** EXERCISE DIRECTIONS **
When you reach the line containing "The same sheet", include it and stop; until then, return each line of the material exactly, starting with the first.

*** GIVEN RECORDS Section Begins ***

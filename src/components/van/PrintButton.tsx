export default function PrintButton() {
  return (
    <button type="button" onClick={() => window.print()} className="min-h-10 rounded bg-brand px-4 font-bold text-white">
      Print
    </button>
  );
}
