// The load list as a sheet: what to pick from the store first, then the detail. The same sheet
// serves the phone (from the device's saved copy), the office and paper.
import type { RoundLoadList } from '../../lib/van/load-list-contract';
import { formatDay, formatPacking, formatQuantity, formatTime } from './format';
import { EnoughMark, ShortMark } from './Marks';

type Props = { list: RoundLoadList; timeZone?: string; dense?: boolean };

export default function LoadListSheet({ list, timeZone, dense = false }: Props) {
  const toPick = list.lines.filter((l) => l.pickQuantity > 0);
  const cell = dense ? 'px-2 py-1.5' : 'px-2 py-2';
  return (
    <article className="flex flex-col gap-6" aria-label={`Load list for ${formatDay(list.roundDate)}`}>
      <header>
        <p className="text-base font-bold uppercase tracking-wide text-brand">Load list</p>
        <h2 className="text-2xl font-bold">{formatDay(list.roundDate)}</h2>
        <p>
          {list.technician.name} · {list.visits.length === 1 ? '1 visit' : `${list.visits.length} visits`}
        </p>
      </header>

      {list.visits.length === 0 && <p className="rounded border-2 border-ink/30 bg-white p-4">No visits are booked for this round.</p>}

      {list.visits.length > 0 && (
        <section aria-labelledby="pick-heading" className="flex flex-col gap-2">
          <h3 id="pick-heading" className="text-xl font-bold">
            Pick from the store
          </h3>
          {toPick.length === 0 ? (
            <p className="flex items-center gap-2 rounded border-2 border-sev-ok bg-white p-4 font-bold">
              <EnoughMark label="Enough" />
              The van holds everything this round needs.
            </p>
          ) : (
            <ul className="flex flex-col divide-y-2 divide-ink/10 rounded border-2 border-ink/30 bg-white">
              {toPick.map((line) => (
                <li key={line.part.id} className="flex min-h-14 items-center gap-3 px-3 py-2">
                  <ShortMark label="Short" />
                  <div className="min-w-0 flex-1">
                    <p className="font-mono text-lg font-bold">{line.part.partNumber}</p>
                    <p className="text-base">{line.part.description}</p>
                  </div>
                  <p className="text-right text-xl font-bold" data-testid={`pick-${line.part.partNumber}`}>
                    {line.pick ? formatPacking(line.pick) : line.part.unit === 'L' ? formatQuantity(line.pickQuantity, 'L') : `× ${line.pickQuantity}`}
                  </p>
                </li>
              ))}
            </ul>
          )}
        </section>
      )}

      {list.gaps.length > 0 && (
        <section aria-labelledby="gaps-heading" className="rounded border-2 border-sev-soon bg-white p-3">
          <h3 id="gaps-heading" className="flex items-center gap-2 text-lg font-bold">
            <ShortMark label="Check" />
            Check before you go
          </h3>
          <p className="text-base">These visits may need parts the list could not work out:</p>
          <ul className="ml-6 list-disc">
            {list.gaps.map((gap) => (
              <li key={gap}>{gap}</li>
            ))}
          </ul>
        </section>
      )}

      {list.grades.length > 0 && (
        <section aria-labelledby="grades-heading">
          <h3 id="grades-heading" className="mb-1 text-xl font-bold">
            Oil by grade
          </h3>
          <table className="w-full border-collapse bg-white text-left">
            <thead>
              <tr className="border-b-2 border-ink/40">
                <th className={cell}>Grade</th>
                <th className={`${cell} text-right`}>Needed</th>
                <th className={`${cell} text-right`}>In van</th>
                <th className={`${cell} text-right`}>Short</th>
              </tr>
            </thead>
            <tbody>
              {list.grades.map((g) => (
                <tr key={g.oilGrade} className="border-b border-ink/15">
                  <td className={`${cell} font-bold`}>{g.oilGrade}</td>
                  <td className={`${cell} text-right`}>{formatQuantity(g.needed, 'L')}</td>
                  <td className={`${cell} text-right`}>{formatQuantity(g.onHand, 'L')}</td>
                  <td className={`${cell} text-right font-bold`}>{g.shortfall > 0 ? formatQuantity(g.shortfall, 'L') : '–'}</td>
                </tr>
              ))}
            </tbody>
          </table>
        </section>
      )}

      {list.lines.length > 0 && (
        <section aria-labelledby="parts-heading">
          <h3 id="parts-heading" className="mb-1 text-xl font-bold">
            Everything the round needs
          </h3>
          <table className="w-full border-collapse bg-white text-left">
            <thead>
              <tr className="border-b-2 border-ink/40">
                <th className={cell}>Part</th>
                <th className={`${cell} text-right`}>Needed</th>
                <th className={`${cell} text-right`}>In van</th>
              </tr>
            </thead>
            <tbody>
              {list.lines.map((line) => (
                <tr key={line.part.id} className="border-b border-ink/15 align-top">
                  <td className={cell}>
                    <span className="font-mono font-bold">{line.part.partNumber}</span>
                    <span className="block text-base">{line.part.description}</span>
                  </td>
                  <td className={`${cell} text-right`}>
                    <span className="font-bold">{formatQuantity(line.needed, line.part.unit)}</span>
                    {line.neededInContainers && <span className="block text-base">{formatPacking(line.neededInContainers)}</span>}
                  </td>
                  <td className={`${cell} text-right`}>
                    <span className="inline-flex items-center gap-1">
                      {line.shortfall > 0 ? <ShortMark label="Short" /> : <EnoughMark label="Enough" />}
                      {formatQuantity(line.onHand, line.part.unit)}
                    </span>
                  </td>
                </tr>
              ))}
            </tbody>
          </table>
        </section>
      )}

      {list.visits.length > 0 && (
        <section aria-labelledby="visits-heading">
          <h3 id="visits-heading" className="mb-1 text-xl font-bold">
            Visits in round order
          </h3>
          <ol className="flex flex-col gap-2">
            {list.visits.map((visit) => (
              <li key={visit.id} className="rounded border-2 border-ink/20 bg-white p-3">
                <p className="font-bold">
                  {visit.position}. {formatTime(visit.slotStart, timeZone)} · <span className="font-mono">{visit.registration}</span>
                </p>
                <p className="text-base">
                  {visit.vehicle} · {visit.checklist} · {visit.postcode}
                </p>
                {visit.parts.length > 0 && (
                  <p className="text-base">
                    {visit.parts.map((p) => `${p.partNumber} × ${formatQuantity(p.quantity, p.unit)}`).join(', ')}
                  </p>
                )}
              </li>
            ))}
          </ol>
        </section>
      )}

      <section aria-labelledby="used-oil-heading" className="rounded border-2 border-ink/20 bg-white p-3">
        <h3 id="used-oil-heading" className="text-lg font-bold">
          Used oil
        </h3>
        <p>
          The van holds <strong>{formatQuantity(list.usedOil.heldL, 'L')}</strong> of used oil; this round drains about{' '}
          <strong>{formatQuantity(list.usedOil.expectedL, 'L')}</strong> more.
        </p>
        <p className="text-base">
          Used oil and filters are hazardous waste: keep them sealed, and take them to a licensed site. Local waste rules apply.
        </p>
      </section>

      <p className="text-base">
        Quantities come from each vehicle’s spec in Tickover. The vehicle maker’s data and local regulations take precedence over the values shown.
      </p>
    </article>
  );
}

*** GIVEN RECORDS Section Ends ***

** SOLUTION BELOW **
filename src/components/van/PrintButton.tsx
export default function PrintButton() {
  return (
    <button type="button" onClick={() => window.print()} className="min-h-10 rounded bg-brand px-4 font-bold text-white">
      Print
    </button>
  );
}
// The load list as a sheet: what to pick from the store first, then the detail. The same sheet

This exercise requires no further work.